Such a difference in 12 days.
On Jan. 5, Patrice Cormier, the 19-year-old pride of Cap-Pelé, N.B., skated out in a thunderclap of cheers onto the ice in Saskatoon, the proud captain of Team Canada ready to play the United States for the gold medal.
On Jan. 17, Patrice Cormier skated, under stunned silence, off the ice in Rouyn-Noranda for likely the last time he will ever play junior hockey in a country that worships the game after he all but beheaded 18-year-old Mikael Tam, a Quebec City opponent, with a vicious and deliberate elbow.
The Quebec Major Junior Hockey League suspended Cormier Monday for the remainder of the season and the playoffs - a penalty considered steep by hockey standards, relatively shallow by society standards and, perhaps, inadequate by legal standards. The Sûreté du Québec, the provincial police, are still investigating the possibility of laying charges.
The story, however, should not end there. It was being told long before Cormier's right elbow left Tam convulsing on the ice and it will have to be told again before some appropriate conclusion can be written in what has become the national game's dark chapter: violent hits to the head, both legal and illegal by hockey's definition, unacceptable by any definition that includes quality of life.
The Cormier hit is also a knock to the game wherever it is played. While 5.3-million Canadians watched the culmination of the World Junior Hockey Championship, in which the Canadian captain was largely invisible, he can now only wish he remained invisible after untold thousands around the world have watched the Internet replays of Cormier leaping from the bench and keying in like a Scud missile on Tam, who never saw it coming because, of course, it had nothing to do with the game Tam believed was being played.
Surely, the season-long suspension was the very least that could be expected; unfortunately, it was likely also the most that could be done. Though Cormier has a year of junior eligibility left, the New Jersey Devils' draft pick is almost certain to be back playing, perhaps professionally, in a short while.
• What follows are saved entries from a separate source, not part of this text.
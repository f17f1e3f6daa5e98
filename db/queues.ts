/**
 * The job queues. A job whose process died is tried again when its lease (`expireInSeconds`) has run out; work is cut into pieces of at
 * most half a minute, and progress and cancel live on our own rows.
 */
const PIECE = { policy: 'standard', expireInSeconds: 120, retryLimit: 3, retryDelay: 1 } as const;

export const QUEUES = [
  { name: 'import-read', ...PIECE },
  { name: 'import-apply', ...PIECE },
  { name: 'run-start', ...PIECE },
  { name: 'run-slice', ...PIECE },
  { name: 'run-finish', ...PIECE },
  { name: 'run-band', ...PIECE },
  { name: 'feed-turn', ...PIECE },
  { name: 'weather-check', ...PIECE },
] as const;

export type QueueName = (typeof QUEUES)[number]['name'];
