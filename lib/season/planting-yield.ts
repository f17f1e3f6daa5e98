/** What shortage of water costs a planting, from its ET by growth stage. */
import type { Stage } from '../crop/curve.ts';
import { relativeYield, relativeYieldOfStages } from '../crop/yield-response.ts';
import type { Crop } from './types.ts';

export const STAGES: readonly Stage[] = ['initial', 'development', 'mid', 'late'];

/** ET of a planting in one stage [mm], and the Ky of the stage, NaN where the source lists none. */
export interface StageEt {
  readonly stage: Stage;
  readonly cropEt: number;
  readonly adjustedCropEt: number;
  readonly response: number;
}

export interface PlantingYield {
  readonly stages: readonly StageEt[];
  /** ETc and ETc adj over the stages [mm] */
  readonly cropEt: number;
  readonly adjustedCropEt: number;
  /** Ya / Ym by the Ky of the season, NaN without one or without ET */
  readonly bySeason: number;
  /** Ya / Ym by the Ky of the stages, NaN where none is listed */
  readonly byStage: number;
}

/**
 * Relative yield of one planting.
 *
 * @param stageEt ETc and ETc adj of the four stages [mm], [4 × 2], as `SeasonOutput.stageEt` has them
 * @throws never; a crop without a listed response gives NaN
 * Source: FAO-56 Eq. 90; FAO-33 Table 24.
 */
export function plantingYield(crop: Pick<Crop, 'yieldResponse' | 'stageResponse'>, stageEt: ArrayLike<number>): PlantingYield {
  const stages = STAGES.map((stage, k): StageEt => {
    const response = crop.stageResponse?.[stage] ?? Number.NaN;
    return { stage, cropEt: stageEt[2 * k], adjustedCropEt: stageEt[2 * k + 1], response };
  });
  const cropEt = stages.reduce((sum, stage) => sum + stage.cropEt, 0);
  const adjustedCropEt = stages.reduce((sum, stage) => sum + stage.adjustedCropEt, 0);
  const listed = stages.filter(({ response }) => !Number.isNaN(response));
  return {
    stages,
    cropEt,
    adjustedCropEt,
    bySeason: cropEt > 0 ? relativeYield(crop.yieldResponse, adjustedCropEt, cropEt) : Number.NaN,
    byStage: cropEt > 0 && listed.length > 0 ? relativeYieldOfStages(listed) : Number.NaN,
  };
}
Devils general manager Lou Lamoriello's initial reaction bordered on the ludicrous - saying he didn't think the hit warranted punishment - but by yesterday had come to his own senses and announced the Devils would honour the suspension. He also said he hoped that the youngster "will have learned a valuable lesson."
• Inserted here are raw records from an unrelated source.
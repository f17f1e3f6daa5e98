/**
 * The working of a strip's morning, told from the numbers the loop left behind; nothing is computed here. The irrigation of the day has a file of its own.
 */
import { quantity, type Trace, type WorkingStep } from '../base/working.ts';
import { surfaceRunoffSteps } from './ground-water-working.ts';
import { irrigationSteps } from './irrigation-working.ts';
import { metre, mm, one, type ToldDay } from './told-day.ts';

/** Hands the steps of a strip's morning to the recorder: roots, rain, irrigation, drainage, rise from below, wetting of the surface. */
export function recordWetting(told: ToldDay, trace: Trace): void {
  for (const step of rootSteps(told)) trace.step(step);
  for (const step of runoffSteps(told)) trace.step(step);
  for (const step of rainSteps(told)) trace.step(step);
  for (const step of irrigationSteps(told)) trace.step(step);
  for (const step of told.record.ponded ? pondSteps(told) : drainageSteps(told)) trace.step(step);
  if (told.record.capillaryRise > 0) trace.step(capillaryStep(told));
  if (!told.single) trace.step(surfaceStep(told));
}

function rootSteps(told: ToldDay): WorkingStep[] {
  const { record } = told;
  const part = 'root-zone';
  const before = mm('Dr, yesterday', record.openingDepletion);
  return [
    availableStep(told),
    movedStep(told),
    {
      part,
      symbol: 'Dr,0',
      name: 'Root-zone depletion at the start of the day',
      expression: 'Dr,0 = Dr,yesterday + ΔDr',
      inputs: [before, mm('ΔDr', record.moved)],
      result: record.grownDepletion,
      unit: 'mm',
      source: 'FAO-56 Eq. 85',
    },
    {
      part,
      symbol: 'Db,0',
      name: 'Depletion of the soil below the roots at the start of the day',
      expression: 'Db,0 = Db,yesterday − ΔDr',
      inputs: [mm('Db, yesterday', record.openingBelow), mm('ΔDr', record.moved)],
      result: record.belowGrown,
      unit: 'mm',
      source: 'FAO-56 chapter 8, text of Eq. 85 (root growth)',
    },
  ];
}

function availableStep({ record, curve, soil }: ToldDay): WorkingStep {
  const step = { part: 'root-zone', symbol: 'TAW', name: 'Total available water', result: record.available, unit: 'mm' };
  const depth = curve.rootDepth[record.day];
  const layers = (soil.layers ?? []).filter(({ top }) => top < depth);
  if (layers.length <= 1) {
    const [{ fieldCapacity, wiltingPoint }] = layers.length === 1 ? layers : [soil];
    return {
      ...step,
      expression: 'TAW = 1000 (θFC − θWP) Zr',
      inputs: [quantity('θFC', fieldCapacity, 'm³ m⁻³'), quantity('θWP', wiltingPoint, 'm³ m⁻³'), metre('Zr', depth)],
      source: 'FAO-56 Eq. 82',
    };
  }
  const inputs = layers.flatMap((layer, k) => [
    quantity(`θFC${k + 1}`, layer.fieldCapacity, 'm³ m⁻³'),
    quantity(`θWP${k + 1}`, layer.wiltingPoint, 'm³ m⁻³'),
    metre(`Δz${k + 1}`, (k === layers.length - 1 ? depth : layer.bottom) - layer.top),
  ]);
  const sum = layers.map((_, k) => `(θFC${k + 1} − θWP${k + 1}) Δz${k + 1}`).join(' + ');
  return { ...step, expression: `TAW = 1000 [${sum}]`, inputs, source: 'FAO-56 Eq. 82, summed over the layers down to Zr' };
}

function movedStep({ record }: ToldDay): WorkingStep {
  const { available, availableBefore } = record;
  const step = { part: 'root-zone', symbol: 'ΔDr', result: record.moved, unit: 'mm', source: 'FAO-56 chapter 8, text of Eq. 85' };
  const holding = [mm('TAW', available), mm('TAW, yesterday', availableBefore)];
  if (available > availableBefore) {
    return {
      ...step,
      name: 'Depletion of the soil that roots grew into',
      expression: 'ΔDr = Db,yesterday (TAW − TAW,yesterday) / (Wmax − TAW,yesterday); Wmax: TAW to the deepest root of the run',
      inputs: [mm('Db, yesterday', record.openingBelow), ...holding, mm('Wmax', record.deepest)],
    };
  }
  if (available < availableBefore) {
    return {
      ...step,
      name: 'Depletion given back by a shallower root zone',
      expression: 'ΔDr = −Dr,yesterday (TAW,yesterday − TAW) / TAW,yesterday',
      inputs: [mm('Dr, yesterday', record.openingDepletion), ...holding],
    };
  }
  return { ...step, name: 'Depletion of the soil that roots grew into', expression: 'ΔDr = 0; the roots have not moved', inputs: [] };
}

/** Runoff where it differs from strip to strip; that of the parcel stands with its weather. */
function runoffSteps({ record, ground, soil }: ToldDay): WorkingStep[] {
  if (Number.isNaN(record.curveNumber)) return [];
  return surfaceRunoffSteps({
    curveNumber: soil.curveNumber,
    depletion: record.openingSurface,
    readily: ground.readilyEvaporable,
    total: ground.totalEvaporable,
    liquid: record.liquid,
    runoff: record.surfaceRunoff,
  });
}

function rainSteps({ record, rain }: ToldDay): WorkingStep[] {
  const part = 'irrigation';
  const water = mm(rain, record.liquid);
  const entered = mm('Pi', record.infiltration);
  const depletion = mm('Dr,0', record.grownDepletion);
  if (record.ponded) {
    return [
      {
        part,
        symbol: 'Dr,rain',
        name: 'Root-zone depletion after rain and ponded water',
        expression: `Dr,rain = max(0, Dr,0 − ${rain} − X,yesterday); the bunds hold what does not enter`,
        inputs: [depletion, water, mm('X, yesterday', record.openingPond)],
        result: record.rainedDepletion,
        unit: 'mm',
        source: 'FAO-56 Eq. 85, with a store of ponded water',
      },
      {
        part,
        symbol: 'X,rain',
        name: 'Water above field capacity after rain',
        expression: `X,rain = max(0, X,yesterday + ${rain} − Dr,0)`,
        inputs: [mm('X, yesterday', record.openingPond), water, depletion],
        result: record.pondRained,
        unit: 'mm',
        source: 'balance of the ponded store',
      },
    ];
  }
  return [
    {
      part,
      symbol: 'Pi',
      name: 'Water from the sky that enters the soil',
      expression: `Pi = ${rain} − RO`,
      inputs: [water, mm('RO', record.surfaceRunoff)],
      result: record.infiltration,
      unit: 'mm',
      source: 'FAO-56 Eq. 85',
    },
    {
      part,
      symbol: 'Dr,rain',
      name: 'Root-zone depletion after rain',
      expression: 'Dr,rain = max(0, Dr,0 − Pi)',
      inputs: [depletion, entered],
      result: record.rainedDepletion,
      unit: 'mm',
      source: 'FAO-56 Eq. 85',
    },
    {
      part,
      symbol: 'DR',
      name: 'Rain draining out of the root zone',
      expression: 'DR = max(0, Pi − Dr,0)',
      inputs: [entered, depletion],
      result: record.rainExcess,
      unit: 'mm',
      source: 'FAO-56 Eq. 88',
    },
    {
      part,
      symbol: 'DP',
      name: 'Deep percolation of rain, past the deepest root',
      expression: 'DP = DR − min(DR, Db,0)',
      inputs: [mm('DR', record.rainExcess), mm('Db,0', record.belowGrown)],
      result: record.deepPercolation,
      unit: 'mm',
      source: 'FAO-56 Eq. 88, with the soil below the root zone refilled first',
    },
    {
      part,
      symbol: 'Db,rain',
      name: 'Depletion of the soil below the roots after rain',
      expression: 'Db,rain = Db,0 − (DR − DP)',
      inputs: [mm('Db,0', record.belowGrown), mm('DR', record.rainExcess), mm('DP', record.deepPercolation)],
      result: record.rainedBelow,
      unit: 'mm',
      source: 'continuity',
    },
  ];
}

/** Wetting without bunds: what stays, what passes the root zone, what is lost; and a pond that was let go. */
function drainageSteps({ record }: ToldDay): WorkingStep[] {
  const part = 'root-zone';
  const rained = mm('Dr,rain', record.rainedDepletion);
  const released = record.released > 0 ? [mm('X, yesterday', record.released)] : [];
  const less = record.released > 0 ? ' − X,yesterday' : '';
  const more = record.released > 0 ? ' + X,yesterday' : '';
  const leached = record.leachingRequirement > 0;
  const share = leached ? '(1 − LR) I' : 'I';
  const inputs = [rained, mm('I', record.irrigation), ...(leached ? [one('LR', record.leachingRequirement)] : []), ...released];
  const steps: WorkingStep[] = [
    {
      part,
      symbol: 'Dr,1',
      name: 'Root-zone depletion after wetting and drainage',
      expression: `Dr,1 = max(0, Dr,rain − ${share}${less})${record.released > 0 ? '; the field is drained' : ''}`,
      inputs,
      result: record.wettedDepletion,
      unit: 'mm',
      source: 'FAO-56 Eq. 85 and 88, drained before ET as in Example 38',
    },
  ];
  if (record.irrigation === 0 && record.released === 0) return steps;
  steps.push({
    part,
    symbol: 'DI',
    name: 'Irrigation passing the root zone',
    expression: leached ? `DI = LR I + max(0, (1 − LR) I${more} − Dr,rain)` : `DI = max(0, I${more} − Dr,rain)`,
    inputs,
    result: record.irrigationExcess,
    unit: 'mm',
    source: 'continuity; kept in the soil below as far as that is depleted',
  });
  return [...steps, lostStep(record)];
}

function lostStep(record: ToldDay['record'], spilled = 0): WorkingStep {
  return {
    part: 'root-zone',
    symbol: 'IP',
    name: 'Irrigation water lost below the roots',
    expression: spilled > 0 ? 'IP = DI − min(DI, Db,rain) + SPi' : 'IP = DI − min(DI, Db,rain)',
    inputs: [mm('DI', record.irrigationExcess), mm('Db,rain', record.rainedBelow), ...(spilled > 0 ? [mm('SPi', spilled)] : [])],
    result: record.irrigationPercolation,
    unit: 'mm',
    source: 'FAO-56 Eq. 88 (irrigation part), with the soil below the root zone refilled first',
  };
}

function pondSteps({ record, ground }: ToldDay): WorkingStep[] {
  const part = 'root-zone';
  const spilled = record.spill - record.surfaceRunoff;
  const edges = [mm('pores', record.pores), mm('bund', record.bund)];
  const steps: WorkingStep[] = [
    {
      part,
      symbol: 'Dr,1',
      name: 'Root-zone depletion after irrigation',
      expression: 'Dr,1 = max(0, Dr,rain − I)',
      inputs: [mm('Dr,rain', record.rainedDepletion), mm('I', record.irrigation)],
      result: record.wettedDepletion,
      unit: 'mm',
      source: 'FAO-56 Eq. 85',
    },
  ];
  const filled = [mm('X,rain', record.pondRained), mm('I', record.irrigation), mm('Dr,rain', record.rainedDepletion)];
  if (record.spill > 0) {
    steps.push({
      part,
      symbol: 'SP',
      name: 'Water spilling over the bunds',
      expression: 'SP = X,rain + max(0, I − Dr,rain) − pores − bund',
      inputs: [...filled, ...edges],
      result: record.spill,
      unit: 'mm',
      source: 'height of the bunds; up to the rain of the day it is surface runoff, beyond it irrigation water lost (SPi)',
    });
  }
  steps.push(
    {
      part,
      symbol: 'DI',
      name: 'Seepage and percolation out of the ponded store',
      expression: `DI = min(rate, X,rain + max(0, I − Dr,rain)${record.spill > 0 ? ' − SP' : ''})`,
      inputs: [quantity('rate', ground.percolationRate, 'mm d⁻¹'), ...filled, ...(record.spill > 0 ? [mm('SP', record.spill)] : [])],
      result: record.seepage,
      unit: 'mm',
      source: 'percolation rate of the puddled soil',
    },
    lostStep(record, spilled),
    {
      part,
      symbol: 'X,1',
      name: 'Water above field capacity before the day’s ET',
      expression: `X,1 = X,rain + max(0, I − Dr,rain) − DI${record.spill > 0 ? ' − SP' : ''}`,
      inputs: [...filled, mm('DI', record.seepage), ...(record.spill > 0 ? [mm('SP', record.spill)] : [])],
      result: record.pond,
      unit: 'mm',
      source: 'balance of the ponded store',
    },
  );
  return steps;
}

function capillaryStep({ record, curve }: ToldDay): WorkingStep {
  return {
    part: 'root-zone',
    symbol: 'CR',
    name: 'Capillary rise from the water table',
    expression: 'CR = min(CRmax, Dr,1); after it Dr,1 is less by CR',
    inputs: [mm('CRmax', curve.capillaryMost[record.day]), mm('Dr,1', record.wettedDepletion)],
    result: record.capillaryRise,
    unit: 'mm',
    source: 'FAO-56 Eq. 85; the most that rises by Gardner 1958 and Eagleson 1978',
  };
}

function surfaceStep({ record, ground, rain }: ToldDay): WorkingStep {
  const step = { part: 'surface', symbol: 'De,1', name: 'Surface-layer depletion after wetting', result: record.wettedSurface, unit: 'mm' };
  const before = mm('De, yesterday', record.openingSurface);
  const source = 'FAO-56 Eq. 77 and 79';
  if (record.pond > 0 || record.released > 0) {
    return { ...step, expression: 'De,1 = 0; the surface stood under water', inputs: [before], source };
  }
  const entered = mm(record.ponded ? rain : 'Pi', record.infiltration);
  if (record.irrigation === 0) {
    return { ...step, expression: `De,1 = max(0, De,yesterday − ${entered.symbol})`, inputs: [before, entered], source };
  }
  return {
    ...step,
    expression: `De,1 = max(0, De,yesterday − ${entered.symbol} − I / fw,method)`,
    inputs: [before, entered, mm('I', record.irrigation), one('fw,method', ground.methodWetted)],
    source,
  };
}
But what of hockey itself? Will it ever learn?
Cormier's hit is hardly unique, but it is notable in that it stands as the perfect repudiation of the "safety valve" argument in support of keeping hockey ridiculously rough as well as acceptably tough. This was hardly "heat of the moment" - Cormier had been sitting on the bench - and does not require a second viewing to see it for what it was: a premeditated attack.
He says he had no "intention of hurting anyone." He says he was only trying to check Tam and the elbow was an unfortunate "reflex." Sure, Patrice.
NHLers widely agreed it was a "dirty" hit and required punishment. There was also a small sense that this hit might prove pivotal in finally bringing about some action - at higher levels of the game as well as lower.
"Juniors are setting precedents with these type of hits," said Toronto Maple Leafs coach Ron Wilson. "So I think they're seeing a message, and hopefully the players in our league learn."
"The longer the suspension," said Ryan Smyth of the Los Angeles Kings, "the players are going to try and think a little bit more."
But it will take more than just players thinking about it. Far more important than anything junior hockey or even the courts can do to Cormier is what hockey can and should do to itself.
Surely by now there are simply no arguments to be made in favour of hits to the head. How many Reggie Fleming brains do we need to dissect before admitting the obvious? Heads have to be protected as much as possible in hockey, just as they are in so many other tough sports.
Accidents will happen, of course, but this argument holds no water: If you accidentally clip an opponent with a high stick you still get a penalty; if you accidentally shoot the puck over the boards in your own end, you still get a penalty. Why treat accidental head shots any different?
It will soon be three years since Buffalo Sabres' owner Thomas Golisano demanded that the NHL "immediately" address the rising issue of "hits to the head" and the epidemic of concussions, so many of them career ending.
The NHL, of course, did nothing.
Earlier this season Philadelphia's Mike Richards - with a hit that was not penalized - gave Florida's David Booth a concussion that still keeps Booth out of the lineup and cost the rising U.S. star an Olympic chance.
Prodded by this earlier incident, NHL general managers said they were studying the issue and will discuss it further in early March.
What on earth is there left to study?
No one knows what, if anything, will be done, but at least the Cormier incident has even tough players saying out loud that such head shots should have no place in the game.
"Hopefully," said Toronto defenceman Mike Komisarek, "something will be done soon - because you can't continue with guys carted off."